TASK INPUTS

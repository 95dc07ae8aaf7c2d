package dataset

import (
	"context"
	"errors"
	"fmt"
	"io"
	"math"
	"os"
	"strconv"

	"github.com/apache/arrow-go/v18/arrow"
	"github.com/apache/arrow-go/v18/arrow/array"
	"github.com/apache/arrow-go/v18/arrow/memory"
	"github.com/apache/arrow-go/v18/parquet"
	"github.com/apache/arrow-go/v18/parquet/file"
	"github.com/apache/arrow-go/v18/parquet/pqarrow"
)

// openParquet reads the footer of a Parquet file from r and gives an Arrow
// view of its schema. The caller closes r.
func openParquet(path string, r parquet.ReaderAtSeeker) (*file.Reader, *pqarrow.FileReader, error) {
	pf, err := file.NewParquetReader(r)
	if err != nil {
		return nil, nil, fmt.Errorf("read dataset %q: not a readable Parquet file: %w", path, err)
	}
	fr, err := pqarrow.NewFileReader(pf, pqarrow.ArrowReadProperties{BatchSize: int64(batchRows)}, memory.DefaultAllocator)
	if err != nil {
		return nil, nil, fmt.Errorf("read dataset %q: %w", path, err)
	}
	return pf, fr, nil
}

// fieldNames returns the top-level column names of a Parquet file.
func fieldNames(fr *pqarrow.FileReader) []string {
	names := make([]string, len(fr.Manifest.Fields))
	for i, f := range fr.Manifest.Fields {
		names[i] = f.Field.Name
	}
	return names
}

func parquetHeader(path string) ([]string, error) {
	f, err := os.Open(path)
	if err != nil {
		return nil, fmt.Errorf("read dataset %q: %w", path, err)
	}
	defer f.Close()
	_, fr, err := openParquet(path, f)
	if err != nil {
		return nil, err
	}
	return fieldNames(fr), nil
}

// numericType reports whether an Arrow type can be read as numbers.
func numericType(dt arrow.DataType) bool {
	switch dt.ID() {
	case arrow.INT8, arrow.INT16, arrow.INT32, arrow.INT64,
		arrow.UINT8, arrow.UINT16, arrow.UINT32, arrow.UINT64,
		arrow.FLOAT32, arrow.FLOAT64,
		arrow.DECIMAL32, arrow.DECIMAL64, arrow.DECIMAL128, arrow.DECIMAL256:
		return true
	}
	return false
}

// integerType reports whether an Arrow type is a signed or unsigned integer.
func integerType(dt arrow.DataType) bool {
	switch dt.ID() {
	case arrow.INT8, arrow.INT16, arrow.INT32, arrow.INT64,
		arrow.UINT8, arrow.UINT16, arrow.UINT32, arrow.UINT64:
		return true
	}
	return false
}

// textType reports whether an Arrow type holds text.
func textType(dt arrow.DataType) bool {
	switch t := dt.(type) {
	case *arrow.StringType, *arrow.LargeStringType:
		return true
	case *arrow.DictionaryType:
		return textType(t.ValueType)
	}
	return false
}

// kindNoun names what a column of kind k is read as, for messages.
func kindNoun(k Kind) string {
	switch k {
	case Numeric:
		return "numbers"
	case Ordinal:
		return "ordinal levels"
	case Label:
		return "labels"
	}
	return k.String()
}

// checkParquetType reports, as a *ColumnError, a column whose stored type
// does not fit the requested kind.
func checkParquetType(path string, cs ColumnSpec, sf pqarrow.SchemaField) error {
	dt := sf.Field.Type
	e := &ColumnError{Path: path, Column: cs.Name}
	switch {
	case !sf.IsLeaf():
		e.Reason = fmt.Sprintf("has the nested type %s, which cannot be read", dt)
		e.Hint = "only top-level columns of numbers or text can be read; write its fields as columns of their own"
		return e
	case cs.Kind == Numeric && numericType(dt):
		return nil
	case cs.Kind == Numeric && textType(dt):
		e.Reason = fmt.Sprintf("holds text (%s), not numbers", dt)
		e.Hint = "declare its levels to read it as ordinal"
		return e
	case cs.Kind != Numeric && (textType(dt) || integerType(dt)):
		return nil
	}
	e.Reason = fmt.Sprintf("has type %s, which cannot be read as %s", dt, kindNoun(cs.Kind))
	switch {
	case dt.ID() == arrow.BOOL:
		e.Hint = "store it as integers 0 and 1, or as text"
	case cs.Kind != Numeric && numericType(dt):
		e.Hint = "only text and integer columns can be read as " + kindNoun(cs.Kind)
	}
	return e
}

// testHookParquetRead, when set by a test, runs after a Parquet file's data
// have been read and before the file is hashed the second time.
var testHookParquetRead func()

// readParquet reads the requested columns of a Parquet file in record
// batches, projecting on the requested columns.
//
// A Parquet file is read out of order (the footer first, then each column
// chunk), so its bytes cannot be hashed as they stream past as a text
// file's are. Instead the file is opened once, hashed through that handle,
// parsed through it, and hashed again; if the two hashes differ, the file
// was changed while it was read and the read fails rather than pair a hash
// with bytes that were never analysed. Holding one handle makes a file
// replaced by a rename harmless (the old bytes are read throughout); the
// second hash catches a file rewritten in place. It costs one more read of
// the file, usually from the operating system's cache.
func readParquet(ctx context.Context, spec Spec) (*Table, error) {
	f, err := os.Open(spec.Path)
	if err != nil {
		return nil, fmt.Errorf("read dataset %q: %w", spec.Path, err)
	}
	defer f.Close()
	sum, size, err := hashAt(f)
	if err != nil {
		return nil, fmt.Errorf("read dataset %q: %w", spec.Path, err)
	}
	t, err := parseParquet(ctx, spec, f)
	if err != nil {
		return nil, err
	}
	if testHookParquetRead != nil {
		testHookParquetRead()
	}
	sum2, size2, err := hashAt(f)
	if err != nil {
		return nil, fmt.Errorf("read dataset %q: %w", spec.Path, err)
	}
	if sum2 != sum || size2 != size {
		return nil, fmt.Errorf("%s changed while it was being read; read it again once nothing is writing to it", spec.Path)
	}
	t.SHA256, t.Bytes = sum, size
	return t, nil
}

// hashAt returns the lowercase hex SHA-256 of f's bytes and their count,
// reading with ReadAt so that f's offset does not matter.
func hashAt(f *os.File) (string, int64, error) {
	return hashStream(io.NewSectionReader(f, 0, math.MaxInt64))
}

// parseParquet reads the requested columns of the Parquet file behind r.
func parseParquet(ctx context.Context, spec Spec, r parquet.ReaderAtSeeker) (*Table, error) {
	pf, fr, err := openParquet(spec.Path, r)
	if err != nil {
		return nil, err
	}
	idx, err := findColumns(spec.Path, fieldNames(fr), spec.Columns)
	if err != nil {
		return nil, err
	}
	// A column requested with two kinds is read from the file once: leaves
	// lists each distinct leaf once, and pos[k] is the record column that
	// holds requested column k.
	var leaves []int
	pos := make([]int, len(idx))
	at := make(map[int]int, len(idx))
	for k, i := range idx {
		sf := fr.Manifest.Fields[i]
		if err := checkParquetType(spec.Path, spec.Columns[k], sf); err != nil {
			return nil, err
		}
		p, ok := at[sf.ColIndex]
		if !ok {
			p = len(leaves)
			at[sf.ColIndex] = p
			leaves = append(leaves, sf.ColIndex)
		}
		pos[k] = p
	}

	nrows := int(pf.NumRows())
	t := &Table{Path: spec.Path, Columns: make([]Column, len(spec.Columns))}
	sinks := make([]*sink, len(spec.Columns))
	for i, c := range spec.Columns {
		t.Columns[i] = Column{Name: c.Name, Kind: c.Kind}
		sinks[i] = newSink(&t.Columns[i], c, nil)
		sinks[i].grow(nrows)
	}
	if len(spec.Columns) == 0 || nrows == 0 {
		t.Rows = nrows
		return t, nil
	}

	rr, err := fr.GetRecordReader(ctx, leaves, nil)
	if err != nil {
		return nil, fmt.Errorf("read dataset %q: %w", spec.Path, err)
	}
	defer rr.Release()
	rows := 0
	for rr.Next() {
		if err := ctx.Err(); err != nil {
			return nil, fmt.Errorf("read dataset %q: %w", spec.Path, err)
		}
		rec := rr.RecordBatch()
		// A bad cell in an earlier column wins over one in a later
		// column only within the same row: keep the smallest row.
		var first *CellError
		for k, s := range sinks {
			if i, p, v := appendArrow(s, rec.Column(pos[k])); p != nil {
				row := rows + i + 1
				if first == nil || row < first.Row {
					first = &CellError{Path: spec.Path, Row: row, Column: spec.Columns[k].Name, Value: v, Reason: p.reason, Hint: p.hint}
				}
			}
		}
		if first != nil {
			return nil, first
		}
		rows += int(rec.NumRows())
	}
	// Older Arrow releases reported a normal end as io.EOF.
	if err := rr.Err(); err != nil && !errors.Is(err, io.EOF) {
		return nil, fmt.Errorf("read dataset %q: after row %d: %w", spec.Path, rows, err)
	}
	if err := ctx.Err(); err != nil {
		return nil, fmt.Errorf("read dataset %q: %w", spec.Path, err)
	}
	if rows != nrows {
		return nil, fmt.Errorf("read dataset %q: read %d rows but the file declares %d", spec.Path, rows, nrows)
	}
	t.Rows = rows
	return t, nil
}

// appendArrow appends an Arrow array's values to a sink. On a value that
// cannot be read it stops and returns the value's index, the problem and the
// value as text.
func appendArrow(s *sink, arr arrow.Array) (int, *cellProblem, string) {
	switch a := arr.(type) {
	case *array.Float64:
		appendFloats(s, a, a.Float64Values())
	case *array.Float32:
		appendFloats(s, a, a.Float32Values())
	case *array.Int8:
		return appendInts(s, a, a.Int8Values())
	case *array.Int16:
		return appendInts(s, a, a.Int16Values())
	case *array.Int32:
		return appendInts(s, a, a.Int32Values())
	case *array.Int64:
		return appendInts(s, a, a.Int64Values())
	case *array.Uint8:
		return appendInts(s, a, a.Uint8Values())
	case *array.Uint16:
		return appendInts(s, a, a.Uint16Values())
	case *array.Uint32:
		return appendInts(s, a, a.Uint32Values())
	case *array.Uint64:
		return appendInts(s, a, a.Uint64Values())
	case *array.Decimal32:
		appendDecimals(s, a, a.Values(), a.DataType())
	case *array.Decimal64:
		appendDecimals(s, a, a.Values(), a.DataType())
	case *array.Decimal128:
		appendDecimals(s, a, a.Values(), a.DataType())
	case *array.Decimal256:
		appendDecimals(s, a, a.Values(), a.DataType())
	case *array.String:
		return appendText(s, a, a.Value)
	case *array.LargeString:
		return appendText(s, a, a.Value)
	case *array.Dictionary:
		dict, ok := a.Dictionary().(interface{ Value(int) string })
		if !ok {
			panic(fmt.Sprintf("dataset: dictionary of %s passed the type check", a.Dictionary().DataType()))
		}
		return appendText(s, a, func(i int) string { return dict.Value(a.GetValueIndex(i)) })
	default:
		// checkParquetType admits only the types above.
		panic(fmt.Sprintf("dataset: unexpected Arrow type %s", arr.DataType()))
	}
	return 0, nil, ""
}

func appendFloats[T float32 | float64](s *sink, a arrow.Array, vals []T) {
	c := s.col
	nulls := a.NullN() > 0
	for i, v := range vals {
		if nulls && a.IsNull(i) {
			c.Values = append(c.Values, nan)
			continue
		}
		c.Values = append(c.Values, float64(v)) // NaN stays NaN: missing
	}
}

func appendInts[T int8 | int16 | int32 | int64 | uint8 | uint16 | uint32 | uint64](s *sink, a arrow.Array, vals []T) (int, *cellProblem, string) {
	c := s.col
	nulls := a.NullN() > 0
	if c.Kind == Numeric {
		for i, v := range vals {
			if nulls && a.IsNull(i) {
				c.Values = append(c.Values, nan)
				continue
			}
			c.Values = append(c.Values, float64(v))
		}
		return 0, nil, ""
	}
	// Ordinal or Label: match the decimal text.
	var buf []byte
	for i, v := range vals {
		if nulls && a.IsNull(i) {
			s.addMissing()
			continue
		}
		if v < 0 {
			buf = strconv.AppendInt(buf[:0], int64(v), 10)
		} else {
			buf = strconv.AppendUint(buf[:0], uint64(v), 10)
		}
		if p := s.add(string(buf)); p != nil {
			return i, p, string(buf)
		}
	}
	return 0, nil, ""
}

func appendDecimals[T interface{ ToFloat64(int32) float64 }](s *sink, a arrow.Array, vals []T, dt arrow.DataType) {
	scale := dt.(arrow.DecimalType).GetScale()
	c := s.col
	nulls := a.NullN() > 0
	for i, v := range vals {
		if nulls && a.IsNull(i) {
			c.Values = append(c.Values, nan)
			continue
		}
		c.Values = append(c.Values, v.ToFloat64(scale))
	}
}

func appendText(s *sink, a arrow.Array, value func(int) string) (int, *cellProblem, string) {
	nulls := a.NullN() > 0
	for i := range a.Len() {
		if nulls && a.IsNull(i) {
			s.addMissing()
			continue
		}
		if p := s.add(value(i)); p != nil {
			return i, p, value(i)
		}
	}
	return 0, nil, ""
}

WORK TO COMPLETE
With the line containing "func appendText(s *sink, a" as the start, transcribe each line through the end of the listing above, exactly and only.

ANSWER TO THE EXERCISE
func appendText(s *sink, a arrow.Array, value func(int) string) (int, *cellProblem, string) {
	nulls := a.NullN() > 0
	for i := range a.Len() {
		if nulls && a.IsNull(i) {
			s.addMissing()
			continue
		}
		if p := s.add(value(i)); p != nil {
			return i, p, value(i)
		}
	}
	return 0, nil, ""
}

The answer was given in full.